Under the statute governing federal removal jurisdiction, “any civil action brought in a State court of which the district courts of the United States have original jurisdiction, may be removed by the defendant . . . to the district court of the United States for the district and division embracing the place where such action is pending.” 28 U.S.C. § 1441(a). One source of original jurisdiction provides that “[t]he district courts shall have original jurisdiction of all civil actions arising under the Constitution, laws, or treaties of the United States.” 28 U.S.C. § 1331. Accordingly,

under the well-pleaded complaint rule, “removal is appropriate if the face of the complaint raises a federal question.” Lontz v. Tharp, 413 F.3d 435, 439 (4th Cir. 2005). In applying the well-pleaded complaint rule, “courts ‘ordinarily look no further than the plaintiff’s properly pleaded complaint in determining whether a lawsuit raises issues of federal law capable of creating federal-question jurisdiction under 28 U.S.C. § 1331.’” Pinney v. Nokia, Inc., 402 F.3d 430, 442 (4th Cir. 2005) (brackets and ellipsis omitted) (quoting Custer v. Sweeney, 89 F3d 1156, 1165 (4th Cir. 1996)). “[I]n examining the complaint, [the] first step is to ‘discern whether

federal or state law creates the cause of action.’” Id. (quoting Mulcahey v. Columbia Organic Chems. Co., 29 F.3d 148, 151 (4th Cir. 1994)). “If federal law creates a plaintiff’s claim, then removal is proper.” Id. Further, if state law creates a claim, removal is proper if the defendant establishes that “the plaintiff’s right to relief necessarily depends on a question of federal law” and that “the question of federal law is substantial.” Id. (internal quotation marks omitted) (quoting Dixon v. Coburg Dairy, Inc., 369 F.3d 811, 816 (4th Cir. 2004)).

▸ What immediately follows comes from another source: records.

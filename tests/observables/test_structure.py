"""S(k) and C(r): against direct sums and pair loops, exact identities, analytic patterns.

The twins in tests/reference.py (``structure_factor_direct``, ``correlation_pairs`` and their
radial versions) are written from the definitions with the lattice's real geometry
(triangular: a_x = (1, 0), a_y = (-1/2, sqrt 3 / 2)) and never call coarsen.observables.
Comparisons in double precision use rtol = 1e-10: the FFT's rounding error is ~1e-15 times
log2(N) relative to the largest |F|**2, far below that. Single precision is checked against
double with the float32 bound stated at ``_single_tolerance``.
"""

from __future__ import annotations

import math

import numpy as np
import pytest
import scipy.fft

from coarsen.engine import energy_per_site
from coarsen.lattice import Lattice
from coarsen.observables import (
    MeasurementGrid,
    correlation,
    displacement_length,
    radial_correlation,
    radial_structure_factor,
    structure_and_correlation,
    structure_factor,
    wavevector_magnitude,
)
from tests import reference
from tests.helpers import random_spins

#: (kind, size): non-square boxes, so that a swapped axis cannot pass unnoticed.
CASES = [("chain", (11,)), ("square", (6, 5)), ("triangular", (6, 5)), ("triangular", (4, 7)),
         ("cubic", (3, 4, 5))]


def _mask(rng, lattice, keep=0.75):
    mask = rng.random(lattice.shape) < keep
    mask.flat[0] = True
    return mask


def _single_tolerance(n_sites: int) -> float:
    """float32 rounding bound for S, C and their averages, relative to their O(1) scale:
    8 eps32 log2(N) (eps32 = 1.2e-7; the transform adds one rounding per butterfly level)."""
    return 8 * np.finfo(np.float32).eps * max(1.0, math.log2(n_sites))


@pytest.mark.parametrize("boundary", ["periodic", "open"])
@pytest.mark.parametrize("masked", [False, True], ids=["full", "masked"])
@pytest.mark.parametrize("kind,size", CASES)
def test_full_grid_matches_direct_sums(kind, size, boundary, masked):
    """S(k) on every grid wavevector equals the direct sum over sites, C(d) for every
    displacement the mean over pairs (periodic, open with zero padding, masked)."""
    rng = np.random.default_rng(11)
    lattice = Lattice(kind, size, boundary)
    mask = _mask(rng, lattice) if masked else None
    spins = random_spins(rng, 3, lattice)
    np.testing.assert_allclose(structure_factor(spins, lattice, mask),
                               reference.structure_factor_direct(spins, kind, size, mask),
                               rtol=1e-10, atol=1e-12)
    np.testing.assert_allclose(correlation(spins, lattice, mask),
                               reference.correlation_pairs(spins, kind, size,
                                                           boundary == "periodic", mask),
                               rtol=1e-10, atol=1e-12, equal_nan=True)


@pytest.mark.parametrize("boundary", ["periodic", "open"])
@pytest.mark.parametrize("masked", [False, True], ids=["full", "masked"])
@pytest.mark.parametrize("kind,size", CASES + [("square", (4, 4))])
def test_radial_averages_match_twins(kind, size, boundary, masked):
    """Shell means of S and bin means of C, with their shell and bin centres, equal the
    twins' (which find |k| and |d| by searching reciprocal-lattice and periodic images)."""
    rng = np.random.default_rng(12)
    lattice = Lattice(kind, size, boundary)
    mask = _mask(rng, lattice) if masked else None
    spins = random_spins(rng, 3, lattice)
    grid = MeasurementGrid(lattice, mask, precision="double")
    s, c = structure_and_correlation(spins, grid)
    k_twin, s_twin = reference.radial_structure_factor_direct(spins, kind, size, mask)
    r_twin, c_twin = reference.radial_correlation_pairs(spins, kind, size,
                                                        boundary == "periodic", mask)
    np.testing.assert_allclose(grid.k, k_twin, rtol=1e-12)
    np.testing.assert_array_equal(grid.r, r_twin)
    np.testing.assert_allclose(s, s_twin, rtol=1e-10, atol=1e-12)
    np.testing.assert_allclose(c, c_twin, rtol=1e-10, atol=1e-12)
    assert grid.shell_counts.sum() == lattice.n_sites  # every wavevector is in a shell
    np.testing.assert_array_equal(radial_structure_factor(spins, grid), s)
    np.testing.assert_array_equal(radial_correlation(spins, grid), c)


@pytest.mark.parametrize("boundary", ["periodic", "open"])
@pytest.mark.parametrize("kind,size", [("square", (16, 12)), ("triangular", (12, 9)),
                                       ("cubic", (6, 5, 4)), ("chain", (40,))])
def test_single_precision_agrees_with_double(kind, size, boundary):
    rng = np.random.default_rng(13)
    lattice = Lattice(kind, size, boundary)
    spins = random_spins(rng, 4, lattice)
    single = structure_and_correlation(spins, MeasurementGrid(lattice))
    double = structure_and_correlation(spins, MeasurementGrid(lattice, precision="double"))
    tol = _single_tolerance(lattice.n_sites)
    for a, b in zip(single, double):
        np.testing.assert_allclose(a, b, rtol=tol, atol=tol)


# --------------------------------------------------------------------------------------------
# exact identities (shared/REFERENCE.md Sect. 6, "Exact lattice identity" [V])
# --------------------------------------------------------------------------------------------
@pytest.mark.parametrize("boundary", ["periodic", "open"])
@pytest.mark.parametrize("kind,size", CASES)
def test_identities(kind, size, boundary):
    """C(0) = 1; the mean of S over the full grid is 1 (Parseval); S(0) = M**2 / N; with a
    mask the same over present sites."""
    rng = np.random.default_rng(14)
    lattice = Lattice(kind, size, boundary)
    for mask in (None, _mask(rng, lattice)):
        spins = random_spins(rng, 5, lattice, up_fraction=0.7)
        present = np.ones(lattice.shape, bool) if mask is None else mask
        n = present.sum()
        s = structure_factor(spins, lattice, mask)
        c = correlation(spins, lattice, mask)
        m = (spins * present).reshape(5, -1).sum(axis=1)
        site_axes = tuple(range(1, lattice.dimension + 1))
        np.testing.assert_allclose(s.mean(axis=site_axes), 1.0, rtol=1e-12)
        np.testing.assert_allclose(s.reshape(5, -1)[:, 0], m**2 / n, rtol=1e-12)
        np.testing.assert_allclose(c.reshape(5, -1)[:, 0], 1.0, rtol=1e-12)
        grid = MeasurementGrid(lattice, mask)
        s_radial, c_radial = structure_and_correlation(spins, grid)
        assert grid.r[0] == 0 and grid.k[0] == 0
        tol = _single_tolerance(lattice.n_sites)
        np.testing.assert_allclose(c_radial[:, 0], 1.0, rtol=tol)
        np.testing.assert_allclose(s_radial[:, 0], m**2 / n, rtol=tol, atol=tol)
        np.testing.assert_allclose(s_radial @ grid.shell_counts / lattice.n_sites, 1.0,
                                   rtol=tol)


@pytest.mark.parametrize("kind,size", [("chain", (9,)), ("square", (7, 6)),
                                       ("triangular", (6, 7)), ("cubic", (3, 4, 5))])
def test_energy_is_minus_the_neighbour_correlations(kind, size):
    """e = -sum over bond directions of C(bond) for J = 1, h = 0 on a torus (REFERENCE.md
    Sect. 6: e = -(C(1,0) + C(0,1)) on the square lattice), full-grid C before averaging."""
    rng = np.random.default_rng(15)
    lattice = Lattice(kind, size)
    spins = random_spins(rng, 4, lattice)
    c = correlation(spins, lattice)
    total = sum(c[(slice(None),) + tuple(o[::-1])] for o in lattice.forward_offsets)
    np.testing.assert_allclose(-total, energy_per_site(spins, lattice), rtol=1e-12, atol=1e-14)


# --------------------------------------------------------------------------------------------
# analytic patterns and geometry
# --------------------------------------------------------------------------------------------
def _plane_wave(lattice, m_xyz):
    """cos(k . r) with k . r = 2 pi sum_a m_a x_a / L_a (the phase of grid wavevector m)."""
    grids = np.indices(lattice.shape)[::-1]  # x, y, z
    phase = sum(2 * np.pi * m * g / n for m, g, n in zip(m_xyz, grids, lattice.size))
    return np.cos(phase)[np.newaxis]


@pytest.mark.parametrize("kind,size,m,shell", [
    # square 16 x 16: |k| = 2 pi 3 / 16 = 3 dk
    ("square", (16, 16), (3, 0), 3),
    ("square", (16, 16), (2, 2), 3),  # |k| = 2 sqrt(2) dk = 2.83 dk
    # triangular 12 x 12, dk = 2 pi / 12; k = 2 pi (u b_x + v b_y), b_x = (1, 1/sqrt 3),
    # b_y = (0, 2/sqrt 3): |k|^2 = (4/3)(2 pi)^2 (u^2 + u v + v^2).
    # m = (1, 1): |k| = 2 pi / 6 = 2 dk; m = (1, -1): |k| = 2 pi / sqrt(108) = 1.155 dk
    ("triangular", (12, 12), (1, 1), 2),
    ("triangular", (12, 12), (1, -1), 1),
    ("cubic", (8, 8, 8), (1, 1, 1), 2),  # sqrt 3 dk
    ("chain", (20,), (5,), 5),
])
def test_plane_wave_puts_all_weight_in_its_shell(kind, size, m, shell):
    """S of cos(k0 . r) is N/4 at +-k0 and 0 elsewhere, so the shell of |k0| holds mean
    2 (N/4) / (wavevectors in the shell) and every other shell 0; C(d) = cos(k0 . d) / 2."""
    lattice = Lattice(kind, size)
    wave = _plane_wave(lattice, m)
    grid = MeasurementGrid(lattice, precision="double")
    s = radial_structure_factor(wave, grid)[0]
    index = int(np.flatnonzero(np.isclose(grid.k, shell * grid.k_spacing))[0])
    expected = np.zeros_like(s)
    expected[index] = 2 * (lattice.n_sites / 4) / grid.shell_counts[index]
    np.testing.assert_allclose(s, expected, atol=1e-10)
    c = correlation(wave, lattice)
    np.testing.assert_allclose(c, 0.5 * _plane_wave(lattice, m), atol=1e-12)


def test_triangular_geometry():
    """Real triangular geometry: the six bonds, including (1, 1), have unit length, (1, -1)
    has sqrt 3, and the largest |k| is the Brillouin-zone corner 4 pi / 3 (K point); on a
    torus the distance is the shortest image."""
    lattice = Lattice("triangular", (12, 12))
    d = displacement_length(lattice)
    for x, y in lattice.offsets:
        assert d[y % 12, x % 12] == pytest.approx(1.0)
    assert d[11, 1] == pytest.approx(math.sqrt(3.0))  # (x, y) = (1, -1)
    assert d[0, 6] == pytest.approx(6.0) and d[6, 6] == pytest.approx(6.0)
    k = wavevector_magnitude(lattice)
    assert k.max() == pytest.approx(4 * math.pi / 3)
    assert k[4, 4] == pytest.approx(4 * math.pi / 3)  # u = v = 1/3
    np.testing.assert_allclose(k[0, 6], 2 * math.pi / math.sqrt(3))  # M point, u = 1/2


def test_shells_and_bins_are_documented_widths():
    lattice = Lattice("square", (32, 24))
    grid = MeasurementGrid(lattice)
    assert grid.k_spacing == pytest.approx(2 * math.pi / 24)
    assert grid.r_max == 12.0
    np.testing.assert_array_equal(grid.r, np.arange(13.0))
    np.testing.assert_allclose(grid.k / grid.k_spacing, np.round(grid.k / grid.k_spacing))
    assert grid.pair_counts[0] == lattice.n_sites  # self-pairs
    assert grid.pair_counts[1] == 8 * lattice.n_sites  # 4 bonds and 4 diagonals, both ways


def test_open_uniform_state_is_fully_correlated():
    """With open edges each displacement's pairs are counted exactly: a uniform state has
    C = 1 in every bin."""
    for kind, size in [("square", (9, 7)), ("triangular", (8, 5)), ("cubic", (4, 3, 5))]:
        lattice = Lattice(kind, size, "open")
        spins = np.ones((1, *lattice.shape), dtype=np.int8)
        c = radial_correlation(spins, MeasurementGrid(lattice, precision="double"))
        np.testing.assert_allclose(c, 1.0, rtol=1e-12)


def test_results_do_not_depend_on_batching_or_fft_threads():
    """Replicas measured together or one at a time, and under scipy.fft.set_workers(2),
    give the same bits (transforms always run with workers=1)."""
    rng = np.random.default_rng(16)
    lattice = Lattice("square", (24, 20))
    grid = MeasurementGrid(lattice)
    spins = random_spins(rng, 12, lattice)
    together = structure_and_correlation(spins, grid)
    apart = [structure_and_correlation(spins[i:i + 1], grid) for i in range(12)]
    with scipy.fft.set_workers(2):
        threaded = structure_and_correlation(spins, grid)
    for j in range(2):
        np.testing.assert_array_equal(together[j], np.concatenate([a[j] for a in apart]))
        np.testing.assert_array_equal(together[j], threaded[j])


# --------------------------------------------------------------------------------------------
# bad input
# --------------------------------------------------------------------------------------------
def test_bad_input_names_the_parameter():
    lattice = Lattice("square", (6, 6))
    spins = np.ones((1, 6, 6), dtype=np.int8)
    with pytest.raises(TypeError, match="spins"):
        structure_factor(spins.tolist(), lattice)
    with pytest.raises(TypeError, match="spins"):
        structure_factor(spins.astype(complex), lattice)
    with pytest.raises(ValueError, match="spins: shape"):
        correlation(np.ones((1, 6, 5), np.int8), lattice)
    with pytest.raises(TypeError, match="lattice"):
        structure_factor(spins, "square")
    with pytest.raises(TypeError, match="mask: dtype"):
        MeasurementGrid(lattice, np.ones((6, 6), dtype=int))
    with pytest.raises(ValueError, match="mask: shape"):
        MeasurementGrid(lattice, np.ones((6, 5), dtype=bool))
    with pytest.raises(ValueError, match="mask: no site"):
        MeasurementGrid(lattice, np.zeros((6, 6), dtype=bool))
    with pytest.raises(ValueError, match="precision: 'half'"):
        MeasurementGrid(lattice, precision="half")
    with pytest.raises(TypeError, match="grid"):
        structure_and_correlation(spins, lattice)
    with pytest.raises(ValueError, match="spins: shape"):
        structure_and_correlation(spins, MeasurementGrid(Lattice("square", (6, 8))))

“[T]he party seeking removal[] . . . bears the burden of establishing federal jurisdiction, in a context in which [courts] ‘strictly construe’ jurisdictional limits because of the ‘significant federalism concerns’ that attend the removal of cases from state court to federal court.” Burrell v. Bayer Corp., 918 F.3d 372, 380–81 (4th Cir. 2019) (quoting Mulcahey, 29 F.3d at 151). “‘If it appears before final judgment that a case was not properly removed, because it was not within the original jurisdiction of the United States district courts, the district court must remand it to the state court from which it was removed.’” Pinney, at 441 (quoting Franchise Tax Bd. v. Constr. Laborer’s Vacation Tr., 463 U.S. 1, 8 (1983)).